Determine how many lines of the data below contain "common", then give only that number.

Stored data
┄┄┄┄┄┄┄┄┄┄
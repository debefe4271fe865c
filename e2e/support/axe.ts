import AxeBuilder from '@axe-core/playwright'
import { expect } from '@playwright/test'
import type { Page } from '@playwright/test'

const TAGS = ['wcag2a', 'wcag2aa', 'wcag21a', 'wcag21aa', 'wcag22aa', 'best-practice']

/**
 * Fails the test when the page, as it stands, breaks an accessibility rule.
 * @param options enhanced: with the contrast of level AAA, as the technician's screens keep it
 */
export async function axe(page: Page, { enhanced = false }: { enhanced?: boolean } = {}) {
  const { violations } = await new AxeBuilder({ page })
    .options({ runOnly: { type: 'tag', values: TAGS }, rules: { 'color-contrast-enhanced': { enabled: enhanced } } })
    .analyze()
  const list = violations.map(({ id, help, nodes }) => [
    `${id}: ${help}`,
    ...nodes.slice(0, 8).map(node => `    ${node.target.join(' ')}\n      ${(node.failureSummary ?? '').replaceAll('\n', '\n      ')}`),
  ].join('\n'))
  expect.soft(list, `accessibility of ${page.url()}:\n${list.join('\n')}`).toEqual([])
}
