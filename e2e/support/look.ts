import type { Page } from '@playwright/test'
import { expect, test } from '@playwright/test'
import { axe, hydrated } from './fixtures'

/** Every screen, for the people who use it: nothing wider than the screen, and no accessibility fault. */
export async function look(page: Page, path: string, enhanced: boolean) {
  await test.step(path, async () => {
    await page.goto(path)
    await hydrated(page)
    await expect(page.getByRole('heading', { level: 1 })).toBeVisible()
    await expect(page.getByText('Reading the log…')).toHaveCount(0)
    expect.soft(await page.evaluate(() => document.documentElement.scrollWidth - document.documentElement.clientWidth), `${path} is wider than the screen`).toBeLessThanOrEqual(0)
    await axe(page, { enhanced })
  })
}
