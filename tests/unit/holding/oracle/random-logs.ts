/** Random logs for the comparison of the two implementations, the same ones every time. */
import type { AssessInput, AssessReading } from '../../../../shared/schemas/assess'
import { ORACLE_ROWS } from './table'

/** A seeded source of numbers from 0 to below 1 (mulberry32, in the public domain). */
export function seeded(seed: number): () => number {
  let state = seed
  return () => {
    state = (state + 0x6D2B79F5) | 0
    let mixed = Math.imul(state ^ (state >>> 15), 1 | state)
    mixed = (mixed + Math.imul(mixed ^ (mixed >>> 7), 61 | mixed)) ^ mixed
    return ((mixed ^ (mixed >>> 14)) >>> 0) / 4_294_967_296
  }
}

/** Temperatures at which something changes in some row, by unit. */
const MARKS = { F: [10, 22, 30, 41, 45, 46, 50, 51], C: [-18, -15, -12, -5.6, -1, 2, 3, 4, 5, 7, 8, 60] }
/** Durations at which something changes in some row, minutes. */
const NUMBERS = [60, 120, 180, 240, 300]

export function randomLog(random: () => number): AssessInput {
  const whole = (from: number, to: number) => from + Math.floor(random() * (to - from + 1))
  const pick = <T>(list: readonly T[]) => list[Math.floor(random() * list.length)]!
  const often = (share: number) => random() < share

  const [name, row] = pick(Object.entries(ORACLE_ROWS))
  const [rulebook = '', foodClass = ''] = name.split('/')
  const unit = often(0.5) ? 'C' : 'F'
  const toInput = (value: number) => unit === row.unit ? value : unit === 'F' ? value * 9 / 5 + 32 : (value - 32) * 5 / 9
  const span = row.unit === 'F' ? 12 : 7
  const mild = often(0.3)

  function temperature(): number {
    if (often(0.02)) return unit === 'C' ? whole(-60, 80) : whole(-76, 176)
    // A value as somebody types it, in tenths of the input's own unit.
    if (often(0.3)) return Math.round(toInput(row.limit + (random() * 2 - 1) * span) * 10) / 10
    if (often(0.4)) return toInput(pick(MARKS[row.unit].filter(mark => Math.abs(mark - row.limit) < 4 * span || mark === 60)) + pick([0, 0, 0.1, -0.1, 0.000_000_4, 0.000_002, -0.000_002]))
    return toInput(row.limit + whole(-10 * span, mild ? 5 : 10 * span) / 10)
  }

  function reading(at: number): AssessReading {
    return {
      at: new Date(at).toISOString(),
      value: temperature(),
      ...(often(0.75) ? {} : { method: row.byAir && often(0.7) ? 'air' as const : pick(['product', 'air', 'infrared'] as const) }),
      ...(often(0.8) ? {} : { accuracy: pick([0, 0.5, 1, 2, 3]) }),
    }
  }

  // Across the changes of clock in Europe and North America as well: what counts is UTC.
  const dark = pick([Date.UTC(2026, 2, 8, 6), Date.UTC(2026, 2, 29, 0), Date.UTC(2026, 9, 25, 0), Date.UTC(2026, 10, 1, 5), Date.UTC(2026, 5, 15, 12)]) + whole(0, 90) * 60_000
  let at = dark + (often(0.3) ? 0 : whole(-45, 120)) * 60_000
  const readings: AssessReading[] = []
  for (let count = often(0.2) ? 1 : whole(2, 14); count > 0; count -= 1) {
    readings.push(reading(at))
    at += often(0.1) ? pick(NUMBERS) * 60_000 : often(0.2) ? whole(1, 120 * 60) * 1_000 : whole(1, 20) * 60_000 + (often(0.1) ? whole(-1, 1) : 0)
  }
  const last = Date.parse(readings[readings.length - 1]!.at)
  const rest = often(0.4) ? 0 : often(0.3) ? pick(NUMBERS) * 60_000 + whole(-1, 1) : whole(0, 200) * 60_000
  const lowest = name === 'eu-853-2004/quick-frozen' ? -12 : row.limit
  const allowsMinus12 = often(0.5)
  const site: AssessInput['site'] = {
    ...(often(0.7) ? {} : { limit: Math.min(lowest, allowsMinus12 ? lowest : row.limit) - pick([0, 0.5, 1, 2, 4]) }),
    ...(often(0.7) ? {} : { minutes: pick([1, 30, 45, 60, 90, 100, 120, 130, 180, 240].filter(minutes => minutes <= (row.longest ?? 240))) }),
    ...(often(0.6) ? {} : { addAccuracy: often(0.7) }),
    ...(allowsMinus12 && often(0.5) ? { allowsMinus12 } : {}),
  }
  if (!site.allowsMinus12 && site.limit !== undefined) site.limit = Math.min(site.limit, row.limit)
  return {
    rulebook,
    foodClass,
    unit,
    darkAt: new Date(dark).toISOString(),
    intervalMinutes: pick([5, 10, 15, 30, 60]),
    readings,
    now: new Date(Math.max(dark, last) + rest).toISOString(),
    ...(Object.keys(site).length === 0 ? {} : { site }),
  }
}
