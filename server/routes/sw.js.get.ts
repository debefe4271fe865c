import { notFound } from '~~/server/utils/errors'
import { workerText } from '~~/server/utils/worker'

/** The service worker under one address for good, so that it can always be switched off from here. */
export default defineEventHandler(async (event) => {
  const text = await workerText(process.env.HOLDOVER_WORKER === '0')
  if (text === null) return notFound('service worker')
  setResponseHeaders(event, { 'content-type': 'text/javascript; charset=utf-8', 'cache-control': 'no-cache', 'service-worker-allowed': '/' })
  return text
})
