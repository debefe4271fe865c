/**
 * The second implementation's own table: every row's figures written out again as plain decisions, each from the
 * published text that is named beside it (V read in the text, VA in a law that adopts it, VS in a secondary copy).
 */
import type { OracleCase } from './case'
import { sanFrancisco, washington } from './charts'

export type Word = 'within' | 'above' | 'act' | 'discard'

export interface OracleRow {
  unit: 'C' | 'F'
  limit: number
  /** Air decides, as for shell eggs alone. */
  byAir?: boolean
  /** Below this, product may be freezing. */
  cold?: number
  hot?: number
  /** The longest time that a site may still set for itself, minutes; 240 unless given. */
  longest?: number
  /** The verdict falls at the minute itself; otherwise the minute itself is still allowed. */
  fallsAtTheMinute?: boolean
  says: (of: OracleCase) => Word
}

/** What the last reading alone says. */
const stands = (of: OracleCase): Word => of.isWarm ? 'above' : 'within'
/** Lost after more than so many minutes over a mark. */
const lostAfter = (mark: number | null, minutes: number) => (of: OracleCase): Word =>
  of.carefulOver(mark ?? of.limit) > of.allowed(minutes) ? 'discard' : stands(of)
/** Something must be done as soon as the limit was passed once. */
const actsAtOnce = (of: OracleCase): Word => of.wasOver(of.limit) ? 'act' : 'within'
/** Ice cream: to be moved over the mark, lost over the second one. */
const melts = (at: number) => (of: OracleCase): Word => of.wasOver(at) ? 'discard' : actsAtOnce(of)

function michigan(of: OracleCase): Word {
  const lost = of.carefulAt(of.limit) >= of.allowed(300) || of.carefulAt(46) >= of.allowed(240) || of.carefulAt(50) >= of.allowed(120)
  return lost ? 'discard' : stands(of)
}

function england(of: OracleCase): Word {
  return of.periods() > 1 || of.carefulOver(of.limit) >= of.allowed(240) ? 'discard' : stands(of)
}

function australia(mark: number | null) {
  return (of: OracleCase): Word => {
    const sum = of.carefulOver(mark ?? of.limit)
    if (sum >= of.allowed(240)) return 'discard'
    return sum >= of.allowed(120) ? 'act' : stands(of)
  }
}

function australiaFrozen(of: OracleCase): Word {
  const clock = australia(5)(of)
  return clock !== 'discard' && of.periods() > 1 ? 'act' : clock
}

function canada(of: OracleCase): Word {
  return of.carefulOver(of.limit) + of.unwatched() > of.allowed(120) ? 'discard' : stands(of)
}

/** A Union product: its own limit, no clock. */
const union = (limit: number): OracleRow => ({ unit: 'C', limit, cold: -1, says: actsAtOnce })

export const ORACLE_ROWS: Record<string, OracleRow> = {
  // FDA Food Code 2022 3-501.16(A)(2) (VA); four hours: Iowa DIAL, El Paso, Washoe (V)
  'us-food-code-2022/tcs': { unit: 'F', limit: 41, cold: 30, says: lostAfter(null, 240) },
  // 3-501.16(B) (VA)
  'us-food-code-2022/shell-eggs': { unit: 'F', limit: 45, byAir: true, says: lostAfter(null, 240) },
  // keep mark: common practice, no source; 41 °F for four hours: Iowa DIAL (V)
  'us-food-code-2022/frozen': { unit: 'F', limit: 10, says: lostAfter(41, 240) },
  // FoodSafety.gov (V); 22 °F from memory
  'us-food-code-2022/ice-cream': { unit: 'F', limit: 10, says: melts(22) },
  // Washington State Department of Health (V)
  'us-wa-doh/tcs': { unit: 'F', limit: 41, cold: 30, says: washington },
  // San Francisco Department of Public Health (V)
  'us-sf-dph/tcs': { unit: 'F', limit: 41, cold: 30, says: sanFrancisco },
  // Berrien County, Michigan (VS)
  'us-mi-county/tcs': { unit: 'F', limit: 41, cold: 30, fallsAtTheMinute: true, says: michigan },
  // SI 2013/2996 Schedule 4 paragraphs 2 (V) and 5(1) (VA)
  'uk-england-2013/chilled': { unit: 'C', limit: 8, cold: -1, fallsAtTheMinute: true, says: england },
  'uk-england-2013/chilled-storage': { unit: 'C', limit: 8, cold: -1, says: actsAtOnce },
  // SI 2007/191 paragraph 2(b)(ii) (V); 8 °C for four hours: local-authority advice (V)
  'uk-england-2013/quick-frozen': { unit: 'C', limit: -12, says: lostAfter(8, 240) },
  // SI 2007/191 paragraph 1 (V)
  'uk-england-2013/quick-frozen-storage': { unit: 'C', limit: -18, says: actsAtOnce },
  // common practice, no source; −5.6 °C from memory
  'uk-england-2013/ice-cream': { unit: 'C', limit: -12, says: melts(-5.6) },
  // Standard 3.2.2 and the 2-hour/4-hour rule (V)
  'au-3-2-2/tcs': { unit: 'C', limit: 5, cold: -1, hot: 60, fallsAtTheMinute: true, says: australia(null) },
  // keep mark: common practice, no source
  'au-3-2-2/frozen': { unit: 'C', limit: -15, hot: 60, fallsAtTheMinute: true, says: australiaFrozen },
  // Regulation (EC) 853/2004 Annex III (V)
  'eu-853-2004/meat': union(7),
  'eu-853-2004/offal': union(3),
  'eu-853-2004/poultry': union(4),
  'eu-853-2004/minced-meat': union(2),
  'eu-853-2004/meat-preparations': union(4),
  'eu-853-2004/fish': union(2),
  // Directive 89/108/EEC Article 5(2), 3 K (V)
  'eu-853-2004/quick-frozen': { unit: 'C', limit: -18, says: of => of.wasOver(-15) ? 'act' : stands(of) },
  'eu-853-2004/quick-frozen-storage': { unit: 'C', limit: -18, says: actsAtOnce },
  // Canadian outage sheet for food service (V copy)
  'ca-4c/tcs': { unit: 'C', limit: 4, cold: -1, longest: 120, says: canada },
}

/** Directive 89/108/EEC Article 5(2): what a Member State may choose for retail cabinets (V). */
export const MINUS_12: OracleRow = { unit: 'C', limit: -12, says: actsAtOnce }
┄┄┄┄┄┄┄┄┄┄
◆ Task response ◆
3